While I talk about FOIAs and textbooks all the time, I occasionally do a little bit of other research as well. Easily the most fun project I do is the Speedometry project, funded by the Mattel Children’s Foundation.
It all started a couple years ago when a USC faculty colleague of mine was chatting with her friend, who happened to work for the Foundation. They were talking about their elementary-aged boys just love Hot Wheels, and wouldn’t it be great if they could bring that love into the classroom. Two years and two grants later, and here we are.
This project has been a blast, right from the beginning. In the first year, we brought together practicing fourth grade and kindergarten teachers and worked with them to develop a couple of weeks of instruction at each grade that used Hot Wheels cars to teach kids science and math content. We then tried out our lessons in 17 classrooms scattered across a few SoCal districts (half treatment, half business-as-usual). Overall we found promising results. Kids seemed to be learning science and math, they were excited about doing science and math, and the teachers were happy and learning too. Based on the promising pilot, we got additional funds this year to roll out the units more fully, do a larger-scale study (involving random assignment of about 60 classrooms in one Southern California district), and visit key U.S. cities to spread the message about Speedometry. The data collection for the study wrapped a few months ago, and we’ll soon be getting into the analysis phase. We should have good results to share by conference season in the spring.
The study has been really fun and a total diversion for me. There are many things the project has taught or reinforced to me (some pithy, some not):
1) Science is not a major part of the typical elementary curriculum. At most it gets a few hours a week in a typical classroom.

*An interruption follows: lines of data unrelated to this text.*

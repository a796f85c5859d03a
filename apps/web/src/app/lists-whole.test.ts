import { QueryClient } from '@tanstack/react-query';
import { beforeEach, describe, expect, it, vi } from 'vitest';
import { hardwareListQuery, hardwarePagesQuery } from '../features/hardware/hardware.queries.ts';
import { leathersQuery } from '../features/leathers/leathers.queries.ts';
import {
  hardwareChoicesQuery,
  leatherChoicesQuery,
} from '../features/patterns/patterns.queries.ts';
import {
  awaitedOrdersQuery,
  rackQuery,
} from '../features/purchase-orders/purchase-orders.queries.ts';
import { supplierOffersQuery } from '../lib/supplier-offers.queries.ts';
import { suppliersQuery } from '../features/suppliers/suppliers.queries.ts';

const kept = Array.from({ length: 401 }, (_, at) => ({ id: 401 - at }));
const asked: unknown[] = [];

vi.mock('../lib/api.ts', () => ({
  call: (_endpoint: unknown, { query }: { query: { limit: number; cursor?: string } }) => {
    asked.push(query);
    const from = Number(query.cursor ?? 0);
    const end = from + query.limit;
    const next = end < kept.length ? String(end) : null;
    return Promise.resolve({ items: kept.slice(from, end), next });
  },
}));
beforeEach(() => {
  asked.length = 0;
});

const client = () => new QueryClient();

describe('what is chosen from', () => {
  it.each([
    ['hardware', () => client().fetchQuery(hardwareListQuery())],
    ['hardware of a pattern', () => client().fetchQuery(hardwareChoicesQuery())],
    ['leathers', () => client().fetchQuery(leathersQuery())],
    ['leathers of a pattern', () => client().fetchQuery(leatherChoicesQuery())],
    ['suppliers', () => client().fetchQuery(suppliersQuery())],
    ['what a supplier sells', () => client().fetchQuery(supplierOffersQuery({ supplierId: 7 }))],
    ['awaited orders', () => client().fetchQuery(awaitedOrdersQuery())],
    ['the rack', () => client().fetchQuery(rackQuery())],
  ])('has the oldest of %s too', async (_what, read) => {
    const { items } = await read();
    expect(items.map(({ id }) => id)).toEqual(kept.map(({ id }) => id));
    expect(asked).toHaveLength(3);
  });
});

it('a table reads its first page, and the next when asked', async () => {
  const [queries, pages] = [client(), hardwarePagesQuery()];
  const first = await queries.fetchInfiniteQuery(pages);
  expect(first.pages.map(({ items }) => items.length)).toEqual([200]);
  const all = await queries.fetchInfiniteQuery({ ...pages, pages: 3 });
  expect(all.pages.map(({ items }) => items.length)).toEqual([200, 200, 1]);
  expect(all.pages.at(-1)?.next).toBeNull();
});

2) A corollary of #1: it’s often necessary (or at least beneficial) to integrate science with math and/or ELA in order to get it taught.
3) There’s *tremendous* variation in 1 and 2 across classrooms and districts.
4) Elementary teachers often are not especially strong in science, though there are of course exceptions.
5) Teachers in many districts haven’t received new materials in a long time. Even the simple offer of giving teachers the Speedometry kits is greeted as tremendous generosity.
6) Teachers are both nervous and excited about the idea of giving students a bit more control over lessons. Many of them claim they haven’t had the opportunity to relinquish control to students in quite a while, but that this is changing due to recent standards.
7) Virtually everyone I’ve encountered in schools is incredibly gracious for what we’ve done (which, to my mind, is not especially ambitious). Many teachers evidently feel quite unsupported.
8) Corporations and academics speak very different languages, though the general existence of dreadful buzzwords is quite ubiquitous in both areas.
8) Corporations often operate on very fast schedules that academics do not.
10) Teaching fourth grades is both fun and terrifying, especially relative to teaching doctoral students.
11) Dedicated PR firms can do amazing things. They seem to be very clearly be worth their cost (though I actually don’t know what the cost is).
I’m sure I’ll keep learning more. But for now, I’m hoping this work can serve as a model for other partnerships designed to improve education for kids. In the meantime, we’ll be crunching the data from our big experiment, and we’ll get back to you with results soon!